▶ [Problem to work on]: Only the lines from the top of the data through the line with "infidelity and its" should be repeated, each exactly as written.

[Stored data]

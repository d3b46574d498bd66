// `gatesmith batch collect DIR [--json]`: one table of every variation of a batch folder
// (from its copy of the manifest), with the figures of those done and which are missing or
// failed; exit code 1 while any is.
import { describeValue } from '../core/errors.ts';
import { optionsHelp, usageLine } from './args.ts';
import type { ArgSpec } from './args.ts';
import { loadBatchFolder, readResult } from './batch-files.ts';
import { defineCommand } from './command.ts';
import type { CliIO, Command } from './command.ts';
import { formatInfidelity } from './format.ts';

const ARGS: ArgSpec = {
  command: 'batch collect',
  positionals: ['DIR'],
  flags: [{ name: 'json', help: 'print { "variations": [ { name, status, meanInfidelity, worstInfidelity, pulse } ] }' }],
};

const HELP = `Gather the results of a batch folder written by "gatesmith batch run" (any number of
shards, on any machines sharing the folder) into one table.

Usage: ${usageLine(ARGS)}

Each variation of the folder's copy of the manifest is "done" (with its mean and worst
infidelity and its pulse file, relative to DIR), "failed" (with the reason) or "missing"
(not run yet, or cut short). Exit code 1 while any variation is missing or failed.

Options:
${optionsHelp(ARGS)}
`;

/** One row of the collected table. */
export interface CollectedVariation {
  name: string;
  status: 'done' | 'failed' | 'missing';
  meanInfidelity: number | null;
  worstInfidelity: number | null;
  pulse: string | null;
}

/** The `batch collect` subcommand. */
export const batchCollectCommand: Command = defineCommand({
  name: 'batch collect',
  summary: 'gather the results of a batch folder into one table',
  args: ARGS,
  help: HELP,
  async body([dir], flags, io: CliIO): Promise<number> {
    const loaded = loadBatchFolder(dir);
    const rows: (CollectedVariation & { set: Record<string, unknown>; error?: string })[] = loaded.manifest.variations.map((v) => {
      const r = readResult(dir, v.name);
      if (!r) return { name: v.name, status: 'missing', meanInfidelity: null, worstInfidelity: null, pulse: null, set: v.set };
      return { name: v.name, status: r.status, meanInfidelity: r.meanInfidelity, worstInfidelity: r.worstInfidelity, pulse: r.pulse, set: v.set, error: r.error };
    });
    const missing = rows.filter((r) => r.status === 'missing').length;
    const failed = rows.filter((r) => r.status === 'failed').length;
    if (flags.json) {
      const variations = rows.map(({ name, status, meanInfidelity, worstInfidelity, pulse }) => ({ name, status, meanInfidelity, worstInfidelity, pulse }));
      io.stdout(JSON.stringify({ variations }, null, 2) + '\n');
    } else {
      io.stdout(collectTable(rows));
    }
    const summary = `${rows.length} variations: ${rows.length - missing - failed} done, ${failed} failed, ${missing} missing`;
    io.stderr(`batch: ${summary}\n`);
    return missing + failed > 0 ? 1 : 0;
  },
});

/** A number as typed in a spec: 1.05e7 rather than 10500000, whichever is shorter. */
function compact(x: number): string {
  const exp = x.toExponential().replace('e+', 'e');
  return exp.length < String(x).length ? exp : String(x);
}

function overrides(set: Record<string, unknown>): string {
  const parts = Object.entries(set).map(([k, v]) => `${k}=${typeof v === 'number' ? compact(v) : describeValue(v)}`);
  return parts.length === 0 ? '(base)' : parts.join(' ');
}

function collectTable(rows: (CollectedVariation & { set: Record<string, unknown>; error?: string })[]): string {
  const head = ['name', 'status', 'mean', 'worst', 'pulse', 'overrides'];
  const cells = rows.map((r) => [
    r.name,
    r.status,
    r.meanInfidelity === null ? '-' : formatInfidelity(r.meanInfidelity),
    r.worstInfidelity === null ? '-' : formatInfidelity(r.worstInfidelity),
    r.pulse ?? '-',
    overrides(r.set),
  ]);
  const widths = head.map((h, c) => Math.max(h.length, ...cells.map((row) => row[c].length)));
  const line = (row: string[]): string => row.map((cell, c) => (c === row.length - 1 ? cell : cell.padEnd(widths[c]))).join('  ');
  const out = [line(head), ...cells.map(line)];
  for (const r of rows) if (r.status === 'failed' && r.error) out.push(`${r.name} failed: ${r.error}`);
  return out.join('\n') + '\n';
}
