// The `gatesmith` command line: dispatches to a subcommand and turns errors into exit
// codes (0 ok, 1 bad input with its message, 2 internal error with its stack).
import { readFileSync } from 'node:fs';
import { ArgumentError } from '../core/errors.ts';
import type { CliIO, Command } from './command.ts';

/** A subcommand as listed: its name and summary, and its module loaded only when it runs. */
export interface CommandEntry {
  name: string;
  summary: string;
  load: () => Promise<Command>;
}

/**
 * Every subcommand; a new one is one entry here (its summary repeated from its file, which
 * a test checks). Modules load on demand, so that --version and --help start as fast as Node.
 */
export const COMMANDS: CommandEntry[] = [
  { name: 'design', summary: 'design a robust pulse for a spec', load: async () => (await import('./design.ts')).designCommand },
  { name: 'evaluate', summary: 'figures of a pulse on a spec’s ensemble', load: async () => (await import('./evaluate.ts')).evaluateCommand },
  { name: 'composite', summary: 'build a published composite pulse (BB1, SK1, CORPSE, ...) or list them', load: async () => (await import('./composite.ts')).compositeCommand },
  { name: 'map', summary: 'robustness map of a pulse over detuning x amplitude error, with summary figures', load: async () => (await import('./map.ts')).mapCommand },
  { name: 'compare', summary: 'table of summary figures of several pulses and composites, best first', load: async () => (await import('./compare.ts')).compareCommand },
  { name: 'export', summary: 'write the quantised, padded waveform for an AWG (csv, npy, raw, wav, json)', load: async () => (await import('./export.ts')).exportCommand },
  { name: 'shortest', summary: 'the shortest duration at which a design meets a goal, with the figure against duration', load: async () => (await import('./shortest.ts')).shortestCommand },
  { name: 'batch', summary: 'run a family of designs (a manifest of variations) in shards, or collect its results', load: async () => (await import('./batch.ts')).batchCommand },
];

// Errors that mean the user's input is wrong (by name, so that errors from a worker count too).
const BAD_INPUT = new Set(['SpecError', 'PulseFormatError', 'ArgumentError', 'ExportError', 'SegmentAngleError']);
const FILE_ERRORS = new Set(['ENOENT', 'EISDIR', 'ENOTDIR', 'EACCES', 'EPERM']);

/** Runs the command line with `argv` (without node and the script); returns the exit code. */
export async function main(argv: string[], io: CliIO = processIO()): Promise<number> {
  try {
    const [first, ...rest] = argv;
    if (first === undefined) {
      io.stderr(mainHelp());
      return 1;
    }
    if (first === '--help' || first === '-h') {
      io.stdout(mainHelp());
      return 0;
    }
    if (first === '--version' || first === '-V') {
      io.stdout(`gatesmith ${version()}\n`);
      return 0;
    }
    if (first === 'help') {
      if (rest.length === 0) {
        io.stdout(mainHelp());
        return 0;
      }
      io.stdout((await findCommand(rest[0]).load()).help);
      return 0;
    }
    if (first.startsWith('-')) throw new ArgumentError(`unknown option ${first}; before a command only --help and --version are allowed`);
    return await (await findCommand(first).load()).run(rest, io);
  } catch (error) {
    return reportError(error, io);
  }
}

/** The package version, from package.json. */
export function version(): string {
  const pkg = JSON.parse(readFileSync(new URL('../../package.json', import.meta.url), 'utf8')) as { version: string };
  return pkg.version;
}

function mainHelp(): string {
  const width = Math.max(...COMMANDS.map((c) => c.name.length));
  const list = COMMANDS.map((c) => `  ${c.name.padEnd(width)}  ${c.summary}`).join('\n');
  return `gatesmith ${version()}: design robust qubit control pulses by ensemble GRAPE.

Usage: gatesmith COMMAND [ARGS] [--json]
       gatesmith COMMAND --help    help on one command
       gatesmith --version

Commands:
${list}

Units are Hz and seconds in every file. Exit codes: 0 ok, 1 bad input, 2 internal error.
`;
}

function findCommand(name: string): CommandEntry {
  const command = COMMANDS.find((c) => c.name === name);
  if (!command) {
    throw new ArgumentError(`unknown command "${name}"; commands: ${COMMANDS.map((c) => c.name).join(', ')} (see gatesmith --help)`);
  }
  return command;
}

function reportError(error: unknown, io: CliIO): number {
  const e = error as { name?: string; message?: string; code?: string; stack?: string };
  if ((e && BAD_INPUT.has(e.name ?? '')) || (e && FILE_ERRORS.has(e.code ?? ''))) {
    io.stderr(`gatesmith: ${e.message}\n`);
    return 1;
  }
  io.stderr(`gatesmith: internal error (please report it): ${e?.stack ?? String(error)}\n`);
  return 2;
}

// The real process streams; Ctrl-C once asks the running command to stop, twice exits.
// Questions are asked only when both stdin and stderr are a terminal.
function processIO(): CliIO {
  return {
    stdout: (text) => void process.stdout.write(text),
    stderr: (text) => void process.stderr.write(text),
    isTTY: Boolean(process.stderr.isTTY),
    onInterrupt(handler) {
      let presses = 0;
      const listener = () => {
        presses++;
        if (presses === 1) handler();
        else {
          process.stderr.write('\ninterrupted again: exiting now\n');
          process.exit(130);
        }
      };
      process.on('SIGINT', listener);
      return () => void process.off('SIGINT', listener);
    },
    confirm: process.stdin.isTTY && process.stderr.isTTY ? confirmOnTerminal : undefined,
  };
}

async function confirmOnTerminal(question: string): Promise<boolean> {
  const { createInterface } = await import('node:readline/promises');
  const rl = createInterface({ input: process.stdin, output: process.stderr });
  try {
    return /^\s*y(es)?\s*$/i.test(await rl.question(question));
  } finally {
    rl.close();
  }
}
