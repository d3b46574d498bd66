// `gatesmith batch run|collect`: families of designs from one manifest, run in shards on the
// schedulers labs already have (GNU parallel, Slurm job arrays, Kubernetes indexed jobs)
// and gathered into one table. The two subcommands live in batch-run.ts and batch-collect.ts.
import { ArgumentError } from '../core/errors.ts';
import type { CliIO, Command } from './command.ts';

const SUBCOMMANDS: Record<string, () => Promise<Command>> = {
  run: async () => (await import('./batch-run.ts')).batchRunCommand,
  collect: async () => (await import('./batch-collect.ts')).batchCollectCommand,
};

const HELP = `Families of designs: one manifest (a base spec and named variations of it), run in
shards on one machine or many, gathered into one table.

Usage: gatesmith batch run MANIFEST --out DIR [--shard I/N] [--threads N] [--json]
       gatesmith batch collect DIR [--json]
       gatesmith batch run --help | gatesmith batch collect --help

With GNU parallel on one machine (three shards, the cores shared among them):

    parallel gatesmith batch run chip.json --out runs --threads 1 --shard {}/3 ::: 1 2 3
    gatesmith batch collect runs

As a Slurm job array (sbatch --array=0-7), each task runs the shard its
SLURM_ARRAY_TASK_ID names; as a Kubernetes indexed job, JOB_COMPLETION_INDEX with
--shards N (or GATESMITH_SHARDS=N). See README.md, "Batches".
`;

/** The `batch` subcommand: dispatches to `batch run` and `batch collect`. */
export const batchCommand: Command = {
  name: 'batch',
  summary: 'run a family of designs (a manifest of variations) in shards, or collect its results',
  help: HELP,
  async run(argv: string[], io: CliIO): Promise<number> {
    const [sub, ...rest] = argv;
    if (sub === undefined || sub === '--help' || sub === '-h') {
      (sub === undefined ? io.stderr : io.stdout)(HELP);
      return sub === undefined ? 1 : 0;
    }
    const load = SUBCOMMANDS[sub];
    if (!load) throw new ArgumentError(`batch: unknown subcommand "${sub}"; use batch run or batch collect (see gatesmith batch --help)`);
    return (await load()).run(rest, io);
  },
};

▶ [Exercise answer]:
repository d3b46574d498bd66
// `gatesmith batch collect DIR [--json]`: one table of every variation of a batch folder
// (from its copy of the manifest), with the figures of those done and which are missing or
// failed; exit code 1 while any is.
import { describeValue } from '../core/errors.ts';
import { optionsHelp, usageLine } from './args.ts';
import type { ArgSpec } from './args.ts';
import { loadBatchFolder, readResult } from './batch-files.ts';
import { defineCommand } from './command.ts';
import type { CliIO, Command } from './command.ts';
import { formatInfidelity } from './format.ts';

const ARGS: ArgSpec = {
  command: 'batch collect',
  positionals: ['DIR'],
  flags: [{ name: 'json', help: 'print { "variations": [ { name, status, meanInfidelity, worstInfidelity, pulse } ] }' }],
};

const HELP = `Gather the results of a batch folder written by "gatesmith batch run" (any number of
shards, on any machines sharing the folder) into one table.

Usage: ${usageLine(ARGS)}

Each variation of the folder's copy of the manifest is "done" (with its mean and worst
infidelity and its pulse file, relative to DIR), "failed" (with the reason) or "missing"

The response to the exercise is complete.